The following written tirade is an unedited companion piece for a section I recorded for the latest Pod Delusion . It's something I've been wanting to get off my chest for some time now. Please send all hate mail and death threats to the email address at the bottom.
Animal Rights Protesters: I Protest!
As a doctor of neuroscience who is also a comedian, I've had more than my fair share of bizarre experiences. But I have to say, it’s weird, sitting down to write something that you know in advance will probably cause you a great deal of unnecessary hassle from people who probably will see a few key-words in it and make wild conclusions completely in defiance of the actual views contained within it. But it’s come to the point where I have to get this off my chest. I can’t go on living a lie any more, I have to be me. Here goes…
I am trained and experienced in animal testing, and I am not ashamed of this fact. There, I’m out.
Recent events have compelled me to make this admission. Firstly, there is increasing speculation over an animal rights campaign and protest targeted at my former workplace.
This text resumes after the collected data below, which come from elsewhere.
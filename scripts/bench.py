#!/usr/bin/env python3
"""Speed and memory, as ratios taken in one run: one JSON line each.

    python3 scripts/bench.py                 everything (about a minute)
    python3 scripts/bench.py --spectra 20000 a smaller batch

    batch    resolve a batch, complete results (both estimates, covariance, budget, interval, limits, flags), against a loop of
             scipy.optimize.nnls that yields concentrations alone, and against the two bare matrix products A @ K and
             A - C @ K.T over the same data in cache-sized chunks
    cold     `tinctor resolve` of one sample from a cold start, against `python -c "import numpy, pydantic, typer"`
    memory   peak memory that resolving adds, against the input array
    standards a series of 50 standards by 1000 wavelengths to a record (fits, tests, superposition, uncertainties), against
             numpy.polyfit called once for all columns, which yields the lines alone
    overlap  overlap of 6 components by 1000 wavelengths, complete answer, against one numpy.linalg.pinv of the same columns
    choice   the best 8 of 301 wavelengths for 4 components, by each criterion, against plain greedy forward selection: time,
             how much larger greedy's criterion is, and whether the choice was proved to be the best

Needs what the tests need (scripts/test.py --setup-only makes the environment). Machines differ and are noisy: read the ratios.
"""

from __future__ import annotations

import argparse
import json
import os
import subprocess
import sys
import time
from collections.abc import Callable
from pathlib import Path

sys.path.insert(0, str(Path(__file__).resolve().parent))
from environment import ROOT, python_with_tinctor

INSIDE = "TINCTOR_BENCH_INSIDE"
WAVELENGTHS, COMPONENTS, REPEATS = 301, 3, 5
NAMES = ("batch", "cold", "memory", "standards", "overlap", "choice")


def best(work: Callable[[], object], repeats: int = REPEATS) -> float:
    """Return the shortest of several wall times, in seconds."""
    times = []
    for _ in range(repeats):
        start = time.perf_counter()
        work()
        times.append(time.perf_counter() - start)
    return min(times)


def data(spectra: int):
    """Return (batch, components, K): dye-like spectra of known mixtures, a tenth of them without the first dye."""
    import numpy as np

    from tinctor import Component, SpectrumBatch

    rng = np.random.default_rng(11)
    w = np.linspace(400.0, 700.0, WAVELENGTHS)
    K = np.column_stack([30.0 * np.exp(-0.5 * ((w - centre) / 32.0) ** 2) + 1.0 for centre in (450.0, 530.0, 615.0)])
    dyes = [
        Component(f"dye-{k}", w, K[:, k], basis="mass", absorptivity_u=0.01 + 0 * w, scale_relative_u=0.01)
        for k in range(COMPONENTS)
    ]
    c = rng.uniform(0.0, 0.03, (spectra, COMPONENTS))
    c[rng.uniform(size=spectra) < 0.1, 0] = 0.0
    A = np.empty((spectra, WAVELENGTHS))
    for start in range(0, spectra, 4096):
        part = slice(start, start + 4096)
        A[part] = c[part] @ K.T + 0.0005 * rng.standard_normal((len(c[part]), WAVELENGTHS))
    A.setflags(write=False)
    return SpectrumBatch([str(k) for k in range(spectra)], w, A, path_length_u_cm=0.001), dyes, K


def batch(spectra: int) -> dict[str, object]:
    """Time the batch against the loop and the bare products."""
    from scipy.optimize import nnls

    from tinctor import resolve_batch

    measured, dyes, K = data(spectra)
    A = measured.absorbance

    def loop() -> None:
        for row in A:
            nnls(K, row)

    def bare() -> None:
        for start in range(0, spectra, 256):
            part = A[start : start + 256]
            C = part @ K
            part - C @ K.T

    ours, loop_s, bare_s = best(lambda: resolve_batch(measured, dyes)), best(loop, 2), best(bare)
    return {
        "bench": "batch",
        "spectra": spectra,
        "wavelengths": WAVELENGTHS,
        "components": COMPONENTS,
        "resolve_s": round(ours, 3),
        "nnls_loop_over_resolve": round(loop_s / ours, 2),
        "resolve_over_bare_products": round(ours / bare_s, 1),
        "spectra_per_s": round(spectra / ours),
    }


def cold() -> dict[str, object]:
    """Time one sample from a cold start against the imports alone."""
    python = sys.executable
    # an installed package has its byte code beside it, as numpy has: let the first, untimed run write ours
    environment = {key: value for key, value in os.environ.items() if key != "PYTHONDONTWRITEBYTECODE"}
    sample = ["scripts/demo_data/single.csv", "--library", "palewater-dyehouse", "-c", "hollin-yellow,bramble-red,tarn-blue"]

    def run(*arguments: str) -> Callable[[], object]:
        return lambda: subprocess.run([python, *arguments], cwd=ROOT, env=environment, stdout=subprocess.DEVNULL, check=True)

    run("-m", "tinctor", "resolve", *sample)()
    run("-m", "tinctor", "resolve", *sample, "--format", "json")()
    imports = best(run("-c", "import numpy, pydantic, typer"), 9)
    table = best(run("-m", "tinctor", "resolve", *sample), 9)
    as_json = best(run("-m", "tinctor", "resolve", *sample, "--format", "json"), 9)
    return {
        "bench": "cold",
        "imports_s": round(imports, 3),
        "resolve_json_over_imports": round(as_json / imports, 2),
        "resolve_table_over_imports": round(table / imports, 2),
    }


def memory(spectra: int) -> dict[str, object]:
    """Measure how much the peak resident memory of this fresh process grows over the input array."""
    import resource

    from tinctor import resolve_batch

    measured, dyes, _ = data(spectra)
    resolve_batch(type(measured)(measured.ids[:10], measured.wavelength_nm, measured.absorbance[:10]), dyes)
    before = resource.getrusage(resource.RUSAGE_SELF).ru_maxrss * 1024
    result = resolve_batch(measured, dyes)
    after = resource.getrusage(resource.RUSAGE_SELF).ru_maxrss * 1024
    assert len(result) == spectra
    size = measured.absorbance.nbytes
    return {
        "bench": "memory",
        "input_mb": round(size / 1e6, 1),
        "input_and_results_over_input": round((size + after - before) / size, 2),
        "whole_process_over_input": round(after / size, 2),
    }


def standards() -> dict[str, object]:
    """Time a series against numpy.polyfit of all its columns at once."""
    import numpy as np

    from tinctor import Spectrum
    from tinctor.standards.characterise import characterise
    from tinctor.standards.series import Standard, series_of

    rng = np.random.default_rng(1)
    w = np.linspace(300.0, 800.0, 1000)
    e = 40.0 * np.exp(-0.5 * ((w - 550.0) / 40.0) ** 2)
    amounts = np.linspace(0.0005, 0.03, 50)
    A = amounts[:, None] * e + 0.0005 * rng.normal(size=(50, 1000))
    scans = [Standard(Spectrum(f"s{k}", w, A[k]), c, 0.002 * c) for k, c in enumerate(amounts.tolist())]
    whole = best(lambda: characterise(series_of(scans)), 20)
    lines = best(lambda: np.polyfit(amounts, A, 1), 20)
    return {
        "bench": "standards",
        "standards": 50,
        "wavelengths": 1000,
        "series_ms": round(1e3 * whole, 1),
        "series_over_polyfit": round(whole / lines, 1),
    }


def _planned(components: int, readings: int):
    """Return a planned sample of dye-like bands."""
    import numpy as np

    from tinctor import Component, planned_sample

    w = np.linspace(400.0, 700.0, readings)
    places = np.linspace(430.0, 670.0, components)
    bands = [30.0 * np.exp(-0.5 * ((w - at) / 28.0) ** 2) + 4.0 * np.exp(-0.5 * ((w - 380.0) / 40.0) ** 2) for at in places]
    dyes = [Component(f"dye-{k}", w, e, basis="mass", scale_relative_u=0.01) for k, e in enumerate(bands)]
    return planned_sample(dyes)


def overlap() -> dict[str, object]:
    """Time the complete answer on overlap."""
    import numpy as np

    from tinctor import overlap as answer

    whole = best(lambda: answer(_planned(6, 1000)), 20)
    columns = np.array(_planned(6, 1000).design.X)
    return {
        "bench": "overlap",
        "components": 6,
        "wavelengths": 1000,
        "overlap_ms": round(1e3 * whole, 1),
        "overlap_over_pinv": round(whole / best(lambda: np.linalg.pinv(columns), 20), 1),
    }


def _greedy(problem, k: int):
    """Add the candidate that improves most, k times; by the determinant of the information until that determines every unknown."""
    import numpy as np

    from tinctor.plan.selection import objectives

    chosen: list[int] = []
    for _ in range(k):
        rest = np.array([i for i in range(problem.n) if i not in chosen])
        sets = np.column_stack([np.tile(np.array(chosen, dtype=int), (rest.size, 1)), rest])
        rows = problem.Z[sets]
        if sets.shape[1] < problem.unknowns:
            information = np.swapaxes(rows, 1, 2) @ rows + 1e-9 * np.eye(problem.unknowns)
            values = -np.linalg.slogdet(information)[1]
        else:
            values = objectives(problem, sets)
        chosen.append(int(rest[np.argmin(values)]))
    return objectives(problem, np.array([chosen]))[0]


def choice(components: int = 4) -> dict[str, object]:
    """Time the search for wavelengths and compare it with greedy selection."""
    from tinctor import WavelengthsAsked
    from tinctor.plan.search import best_set
    from tinctor.plan.selection import CRITERIA, criterion_value
    from tinctor.plan.wavelengths import _problem

    sample, count = _planned(components, 301), max(8, components + 2)
    repeats = 3 if components <= 4 else 1
    result: dict[str, object] = {"bench": "choice", "components": components, "wavelengths": 301, "count": count}
    for criterion in CRITERIA:
        problem = _problem(sample, WavelengthsAsked(criterion=criterion))
        found = best_set(problem, count)
        ours, greedy = (
            best(lambda problem=problem: best_set(problem, count), repeats),
            best(lambda problem=problem: _greedy(problem, count), repeats),
        )
        value = criterion_value(problem, float(_greedy(problem, count))) / criterion_value(problem, found.objective)
        key = criterion.replace("-", "_")
        result |= {f"{key}_s": round(ours, 2), f"{key}_over_greedy": round(ours / greedy, 1)}
        result |= {f"{key}_greedy_value_over_ours": round(value, 3), f"{key}_proved": found.exact}
    return result


def main() -> int:
    """Run each bench in a process of its own and print its line."""
    parser = argparse.ArgumentParser(description=__doc__, formatter_class=argparse.RawDescriptionHelpFormatter)
    parser.add_argument("--spectra", type=int, default=100_000, help="spectra of the batch (default 100000)")
    parser.add_argument("--components", type=int, default=4, help="components of the bench choice (default 4)")
    parser.add_argument("--only", choices=NAMES, help="one bench")
    options = parser.parse_args()
    if os.environ.get(INSIDE):
        benches = {"batch": lambda: batch(options.spectra), "cold": cold, "memory": lambda: memory(options.spectra)}
        result = {**benches, "standards": standards, "overlap": overlap, "choice": lambda: choice(options.components)}[
            options.only
        ]()
        print(json.dumps(result), flush=True)
        return 0
    python = python_with_tinctor(extra="dev")
    for name in [options.only] if options.only else NAMES:
        command = [str(python), str(Path(__file__).resolve()), "--only", name, "--spectra", str(options.spectra)]
        command += ["--components", str(options.components)]
        subprocess.run(command, cwd=ROOT, env={**os.environ, INSIDE: "1"}, check=True)
    return 0


if __name__ == "__main__":
    raise SystemExit(main())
Good, hard-working people who have done nothing wrong, who are actively trying to further scientific and medical understanding, are now having to undergo extra security checks and procedures as their personal safety is under threat. Also, there was the recent news story about the protesters jailed for their hate campaign targeting Huntington Life Sciences. Oddly, so familiar is this occurrence that a quick google search brought an almost identical story from over a year ago.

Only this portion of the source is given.